• WORK TASK: When a line of the entries contains the word "requireActor", report that line.

• THE DATA:
((

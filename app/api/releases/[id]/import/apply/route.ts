// POST applies a previewed import ({csv, fingerprint, skipRejected?, reason?}) in one transaction.
import { apiRoute } from "@/lib/http/api-handler";
import { applyImport } from "@/lib/services/line-library-import";
import {
  IMPORT_ROUTE_OPTIONS,
  importApplySchema,
  readImportBody,
} from "@/lib/validation/line-schemas";
import { idParam } from "@/lib/validation/request-params";
import { requireActor } from "@/lib/auth/session";

export const POST = apiRoute(async (request, { params }) => {
  const actor = await requireActor();
  const releaseId = idParam((await params).id, "No such release.");
  const input = await readImportBody(request, importApplySchema);
  return Response.json(
    await applyImport(actor, {
      releaseId,
      csvText: input.csv,
      fingerprint: input.fingerprint,
      skipRejected: input.skipRejected,
      reason: input.reason,
    }),
  );
}, IMPORT_ROUTE_OPTIONS);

))

• EXERCISE ANSWER:
import { requireActor } from "@/lib/auth/session";
  const actor = await requireActor();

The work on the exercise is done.